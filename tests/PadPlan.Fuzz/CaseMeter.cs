using System.Diagnostics;

namespace PadPlan.Fuzz;

/// <summary>
/// Peak memory and CPU time of one case, run alone in the harness's process: the peak resident set (VmHWM) is reset
/// before the case (Linux /proc/self/clear_refs, value 5) and read after it, so it bounds the case's own peak (it also
/// holds the harness's own few hundred MB). CPU time is the process's, which a busy shared machine does not inflate
/// the way it inflates wall time. Where the reset is not possible the figure is the run's peak so far (still a bound).
/// </summary>
public static class CaseMeter
{
    public readonly record struct Reading(long PeakBytes, TimeSpan Cpu, TimeSpan Wall);

    /// <summary>Starts a measurement: tidies the heap if earlier cases left much behind, resets the peak, notes the CPU time.</summary>
    public static Func<Reading> Start()
    {
        using (var self = Process.GetCurrentProcess())
            if (self.WorkingSet64 > 400L * 1024 * 1024)
            {
                GC.Collect(2, GCCollectionMode.Forced, blocking: true, compacting: true);
                GC.WaitForPendingFinalizers();
            }
        ResetPeak();
        var cpu = Process.GetCurrentProcess().TotalProcessorTime;
        var wall = Stopwatch.StartNew();
        return () =>
        {
            using var self = Process.GetCurrentProcess();
            return new Reading(PeakResident() ?? self.PeakWorkingSet64, self.TotalProcessorTime - cpu, wall.Elapsed);
        };
    }

    private static void ResetPeak()
    {
        try
        {
            File.WriteAllText("/proc/self/clear_refs", "5");
        }
        catch (Exception e) when (e is IOException or UnauthorizedAccessException or NotSupportedException)
        {
            // not Linux, or not allowed: the reading is the peak of the run so far
        }
    }

    private static long? PeakResident()
    {
        try
        {
            foreach (var line in File.ReadLines("/proc/self/status"))
                if (line.StartsWith("VmHWM:", StringComparison.Ordinal))
                    return long.Parse(line["VmHWM:".Length..].Trim().Split(' ')[0], System.Globalization.CultureInfo.InvariantCulture) * 1024;
        }
        catch (Exception e) when (e is IOException or UnauthorizedAccessException or FormatException)
        {
            // fall back to the process's own figure
        }
        return null;
    }
}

===

--- DESCRIPTION OF THE TASK ---
Please be sure to repeat every entry exactly.

--- SOLUTION FOR THIS TASK ---
filename tests/PadPlan.Fuzz/CaseMeter.cs
using System.Diagnostics;

namespace PadPlan.Fuzz;

/// <summary>
/// Peak memory and CPU time of one case, run alone in the harness's process: the peak resident set (VmHWM) is reset
/// before the case (Linux /proc/self/clear_refs, value 5) and read after it, so it bounds the case's own peak (it also
/// holds the harness's own few hundred MB). CPU time is the process's, which a busy shared machine does not inflate
/// the way it inflates wall time. Where the reset is not possible the figure is the run's peak so far (still a bound).
/// </summary>
public static class CaseMeter
{
    public readonly record struct Reading(long PeakBytes, TimeSpan Cpu, TimeSpan Wall);

    /// <summary>Starts a measurement: tidies the heap if earlier cases left much behind, resets the peak, notes the CPU time.</summary>
    public static Func<Reading> Start()
    {
        using (var self = Process.GetCurrentProcess())
            if (self.WorkingSet64 > 400L * 1024 * 1024)
            {
                GC.Collect(2, GCCollectionMode.Forced, blocking: true, compacting: true);
                GC.WaitForPendingFinalizers();
            }
        ResetPeak();
        var cpu = Process.GetCurrentProcess().TotalProcessorTime;
        var wall = Stopwatch.StartNew();
        return () =>
        {
            using var self = Process.GetCurrentProcess();
            return new Reading(PeakResident() ?? self.PeakWorkingSet64, self.TotalProcessorTime - cpu, wall.Elapsed);
        };
    }

    private static void ResetPeak()
    {
        try
        {
            File.WriteAllText("/proc/self/clear_refs", "5");
        }
        catch (Exception e) when (e is IOException or UnauthorizedAccessException or NotSupportedException)
        {
            // not Linux, or not allowed: the reading is the peak of the run so far
        }
    }

    private static long? PeakResident()
    {
        try
        {
            foreach (var line in File.ReadLines("/proc/self/status"))
                if (line.StartsWith("VmHWM:", StringComparison.Ordinal))
                    return long.Parse(line["VmHWM:".Length..].Trim().Split(' ')[0], System.Globalization.CultureInfo.InvariantCulture) * 1024;
        }
        catch (Exception e) when (e is IOException or UnauthorizedAccessException or FormatException)
        {
            // fall back to the process's own figure
        }
        return null;
    }
}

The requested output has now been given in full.